Muito antes de Zygmunt Bauman
alardear que a vida é líquida na pós modernidade, Marshall Berman já nos
lembrou que tudo que é sólido desmancha no ar.
Mas o que isso quer dizer, essa
fluidez, essa evanescência? Onde as observamos? Cotidianamente, em todas as
nossas relações, sejam afetivas ou profissionais.
Uma das ideias básicas por trás
do conceito é a de que as coisas se personificam e as pessoas se coisificam. Ou
seja, passamos a atribuir valor demasiado às coisas, criando apego ao que é mera
mercadoria, e passamos a tratar as pessoas como coisas, itens descartáveis,
consumíveis.
Essa característica leva a uma
outra, a transitoriedade das relações. Como tudo é consumo, até mesmo os outros
seres humanos, mesmo as relações tradicionalmente mais importantes passam a ser
efêmeras, descartáveis, duráveis apenas na medida em que cumpram uma utilidade.
Por isso líquidas, porque não duram o tempo de se tornarem sólidas, não chegam
a criar vínculo efetivo, muito menos compromisso real.

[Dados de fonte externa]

describe("tendon schedule CSV: the stressing order of two-end tendons", () => {
  const header = `${HEADER},member,stressing order`;
  it("reads sequential or simultaneous (any case), empty as not given, and exports it again", () => {
    const result = parseTendonSchedule(
      [
        header,
        "B-1,multistrand,0.6,12,both,40@5.7 40@5.7,24,,,,Simultaneous",
        "B-2,multistrand,0.6,12,both,40@5.7 40@5.7,24,,,,sequential",
        "B-3,multistrand,0.6,12,both,40@5.7 40@5.7,24,,,,",
      ].join("\n"),
    );
    expect(result.ok).toBe(true);
    if (!result.ok) return;
    expect(result.tendons.map((t) => t.stressingOrder)).toEqual(["simultaneous", "sequential", null]);
    const again = parseTendonSchedule(toTendonCsv(result.tendons, "US"));
    expect(again.ok && again.tendons.map((t) => t.stressingOrder)).toEqual(["simultaneous", "sequential", null]);
  });

  it("refuses a word it does not know and an order on a one-end tendon, naming the column", () => {
    const result = parseTendonSchedule(
      [
        header,
        "B-1,multistrand,0.6,12,both,40@5.7 40@5.7,24,,,,together",
        "U-1,monostrand,0.5,1,A,30@3.1,18,,,,sequential",
      ].join("\n"),
    );
    expect(result.ok).toBe(false);
    if (result.ok) return;
    expect(result.errors).toEqual([
      {
        row: 2,
        column: "stressing order",
        message: '"together" is not a stressing order; use sequential, simultaneous or leave it empty.',
      },
      {
        row: 3,
        column: "stressing order",
        message: "Only a tendon stressed at both ends has a stressing order; leave it empty.",
      },
    ]);
  });
});

describe("tendon schedule CSV: the tendon's own jacking force", () => {
  const header = `${HEADER},member,stressing order`;
  // ASTM A416 Table 1 (from memory): grade 270 0.5 in strand breaks at no less than 41,300 lbf, so
  // 0.80·fpu·A = 33,040 lbf = 33.04 kip per strand (ACI 318-19 Table 20.3.2.5.1, from memory);
  // 1 lbf = 4.4482216152605 N exactly (NIST SP 811), so 33.04 kip = 146,969.24 N.
  // eslint-disable-next-line tautline/no-unit-factor-literal -- NIST SP 811, the pound-force
  const LIMIT_N = 33_040 * 4.4482216152605;

  it("reads kip on a US file and kN on an SI file into newtons, empty as not given, and exports it again", () => {
    const us = parseTendonSchedule(
      [
        `${header},jacking force [kip]`,
        "U-1,monostrand,0.5,1,A,30@3.1,18,,,,,31.5",
        "U-2,monostrand,0.5,1,A,30@3.1,18,,,,,",
        "U-3,monostrand,0.5,1,A,30@3.1,18,,,,,33.04",
      ].join("\n"),
    );
    expect(us.ok).toBe(true);
    if (!us.ok) return;
    // eslint-disable-next-line tautline/no-unit-factor-literal -- NIST SP 811, the kip
    expect(us.tendons[0]!.jackingForceN).toBeCloseTo(31.5 * 4448.2216152605, 6);
    expect(us.tendons[1]!.jackingForceN).toBeNull();
    // Exactly at the limit is allowed: the rule refuses a force above it.
    expect(us.tendons[2]!.jackingForceN).toBeCloseTo(LIMIT_N, 6);
    const csv = toTendonCsv(us.tendons, "US");
    expect(csv.split("\r\n")[0]).toMatch(/,jacking force \[kip\]$/);
    expect(csv.split("\r\n")[1]).toMatch(/,31\.5$/);
    const again = parseTendonSchedule(csv);
    expect(again.ok && again.tendons.map((t) => t.jackingForceN)).toEqual(us.tendons.map((t) => t.jackingForceN));

    const si = parseTendonSchedule(
      [`${header},jacking force [kN]`, "U-1,monostrand,0.5,1,A,30@3.1,18,,,,,140"].join("\n"),
    );
    expect(si.ok && si.tendons[0]!.jackingForceN).toBe(140_000);
    const siCsv = toTendonCsv(si.ok ? si.tendons : [], "SI");
    expect(siCsv.split("\r\n")[0]).toMatch(/,jacking force \[kN\]$/);
    expect(siCsv.split("\r\n")[1]).toMatch(/,140$/);
  });

  it("refuses a force above 0.80·fpu·A, a word that is no force and a column without its unit, naming the column", () => {
    const result = parseTendonSchedule(
      [
        `${header},jacking force [kip]`,
        "U-1,monostrand,0.5,1,A,30@3.1,18,,,,,33.05",
        "U-2,monostrand,0.5,1,A,30@3.1,18,,,,,full",
      ].join("\n"),
    );
    expect(result.ok).toBe(false);
    if (result.ok) return;
    expect(result.errors).toEqual([
      {
        row: 2,
        column: "jacking force",
        message:
          "The jacking force is above 0.80·fpu·A = 33.04 kip (146.96 kN) for 1 × 0.5 in strand (ACI 318-19 Table 20.3.2.5.1); give at most that, or leave it empty for the project's factor.",
      },
      { row: 3, column: "jacking force", message: '"full" is not a force in kip.' },
    ]);
    const noUnit = parseTendonSchedule(
      [`${header},jacking force`, "U-1,monostrand,0.5,1,A,30@3.1,18,,,,,30"].join("\n"),
    );
    expect(noUnit.ok).toBe(false);
    expect(!noUnit.ok && noUnit.errors[0]!.message).toBe(
      'Give "jacking force" a unit in brackets, one of [kip], [kN], [lbf], [N].',
    );
  });
});
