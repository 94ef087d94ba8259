import { db } from "@/db";
import { authorize } from "@/lib/auth/authorize";
import { route } from "@/lib/http/route";
import { pourParamsSchema } from "@/lib/schemas/pour";
import { getPourCsv } from "@/lib/server/get-pour-csv";

/**
 * The pour's stressing report as CSV: one row per stressing of each tendon end, in the project's
 * units, with the signature of the last signed revision when it is of this content, else a row
 * saying it is not signed.
 */
export const GET = route(
  { params: pourParamsSchema, access: ({ params }) => authorize("report.download", params.projectId) },
  async ({ params }) => {
    const { csv, fileName } = await getPourCsv(db, params);
    return new Response(csv, {
      headers: {
        "Content-Type": "text/csv; charset=utf-8",
        "Content-Disposition": `attachment; filename="${fileName}"`,
        "Cache-Control": "no-store",
      },
    });
  },
);
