import type { PullResponse } from "@/lib/schemas/sync";
import type { FieldDb, LocalRecord } from "./db";

/**
 * Takes a pull (or a pour download) into the tablet's database in one transaction. Rows are
 * stored by id, so a row the server sends twice changes nothing. A server record that this
 * tablet made is marked synced; records made elsewhere are kept as the server has them.
 */
export async function applyPull(
  db: FieldDb,
  response: PullResponse,
  options: { pourIds: string[]; downloadedAt?: string },
): Promise<void> {
  const tables = [
    db.projects,
    db.pours,
    db.tendons,
    db.strandLots,
    db.equipmentSets,
    db.calibrations,
    db.records,
    db.evaluations,
    db.flags,
    db.tailCuts,
    db.liftoffChecks,
  ];
  await db.transaction("rw", tables, async () => {
    await db.projects.bulkPut(response.projects);
    for (const pour of response.pours) {
      const existing = await db.pours.get(pour.id);
      await db.pours.put({
        ...pour,
        downloadedAt: options.downloadedAt ?? existing?.downloadedAt ?? response.serverTime,
        cursor: response.cursor,
        unavailable: false,
      });
    }
    for (const id of options.pourIds) {
      if (response.unavailable.includes(id)) await db.pours.update(id, { unavailable: true });
      else await db.pours.update(id, { cursor: response.cursor });
    }
    await db.tendons.bulkPut(response.tendons);
    await db.strandLots.bulkPut(response.strandLots);
    await db.equipmentSets.bulkPut(response.equipmentSets);
    await db.calibrations.bulkPut(response.calibrations);
    await db.evaluations.bulkPut(response.evaluations);
    await db.flags.bulkPut(response.flags);
    // The server's cut of a tendon replaces any cut made here (keyed by tendon).
    await db.tailCuts.bulkPut((response.tailCuts ?? []).map((c) => ({ ...c, syncState: "synced" as const })));
    // The server's lift-off checks, with its result, replace the ones made here (same id).
    await db.liftoffChecks.bulkPut((response.liftoffChecks ?? []).map((c) => ({ ...c, syncState: "synced" as const })));

    for (const r of response.records) {
      const mine = await db.records.get(r.id);
      if (mine) {
        if (mine.syncState === "pending") await db.records.update(r.id, { syncState: "synced" });
        continue;
      }
      const { authorName, entered, ...rest } = r;
      const record: LocalRecord = {
        ...rest,
        entered: entered as LocalRecord["entered"],
        expiredCalibrationReason: null,
        deviceTimeZone: "UTC",
        syncState: "synced",
        authorName,
        savedAt: r.deviceTime,
        local: null,
        server: null,
        supersededBy: null,
      };
      await db.records.put(record);
    }
    for (const r of response.records) {
      if (r.baseRecordId) await db.records.update(r.baseRecordId, { supersededBy: r.id });
    }
    for (const gone of response.removed) {
      const table = {
        pours: db.pours,
        tendons: db.tendons,
        strand_lots: db.strandLots,
        equipment_sets: db.equipmentSets,
        calibrations: db.calibrations,
      }[gone.table];
      await table?.delete(gone.id);
    }
  });
}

No ambiente online, de amigos de
Facebook ou de grupos de whatsapp, isso fica explícito. A facilidade com que se
fica “amigo” de alguém é proporcional à de terminar a “amizade”. Basta um
click. Sem afeições ou explicações. Números de uma organização social que mede
sucesso e felicidade estatisticamente, através de contadores de redes sociais.
Essa facilidade com o que as
coisas acontecem num mundo líquido, essa velocidade de uma sociedade conectada,
24x7, tornam-se ditames, gabarito para todo o resto. Quase ninguém mais está
disposto a investir tempo em se dedicar a alguma coisa para colher resultados
futuros, quase ninguém mais quer se esforçar verdadeiramente para conseguir
algo de valor.
Infelizmente, essa expectativa de
facilidade e velocidade, vai formando uma sociedade além de líquida, rasa,
superficial, óbvia. Contraditoriamente, é a sociedade do conhecimento formada
por indivíduos que, em sua maioria, não querem perder tempo ou se esforçar para
obtê-lo.
O sucesso e a riqueza devem
acontecer de forma rápida e sem maiores esforços. Na velocidade de realizar uma
transação eletrônica, na facilidade de encontrar uma explicação no Google, sem o desafio real da complexidade da vida.
Alunos universitários que, em sua maioria, não
querem teoria, que não têm tempo a perder estudando nem estão dispostos a se
esforçar para ler os autores no original; preferem as apostilas, os resumos. Querem
o conhecimento colocado em suas cabeças de forma fácil e rápida, como um
download de arquivo via Dropbox. Que acabarão por se tornar profissionais que
vivem à base de citações da revista VOCÊ S/A ou do que ouviram no FANTÁSTICO,
que repetem o que a massa diz num control C, control V frenético, e que usam “filosofia” como expressão
pejorativa.
Mercado farto para os livros de autoajuda,
que prometem receitas simples para a felicidade, para o sucesso profissional e
para qualquer outro desafio humano. Bom também para os livros que prometem a
fórmula mágica, em sete ou dez passos, para ser um gerente eficaz ou para ser
um Líder de verdade, só precisando encontrar quem mexeu no seu queijo ou um
monge não executivo.
Ou, como a última moda, demanda inesgotável
para coaches e, agora, masters coaches. Alguém que promete "desenvolver" o outro, transformar-lhe, de maneira personalizada, objetiva, prática, tudo como o mundo atual exige.
Quem está familiarizado com a
proposta da caracterização das gerações e sua classificação, poderá enxergar o
z, o y ou o x em cada ponto do discurso, seja no objeto ou no sujeito que o
pronuncia. Isso porque o conhecimento, a ciência, partem da observação do mesmo
fenômeno, usando abordagens diferentes: o indivíduo (psicologia), o homem em
sociedade (sociologia) ou como garante sua sobrevivência (economia), por
exemplo.
Ter a capacidade de sentir-se
confortável no maelstrom, nesse turbilhão
potente de relações efêmeras, de mudanças hipervelozes e de predominância do
que é superficial e óbvio, é característica adaptativa relevante dos seres
humanos, absolutamente útil à sobrevivência.
Para os mergulhadores, resta aprender a se divertir em água rasa.
Para os mergulhadores, resta aprender a se divertir em água rasa.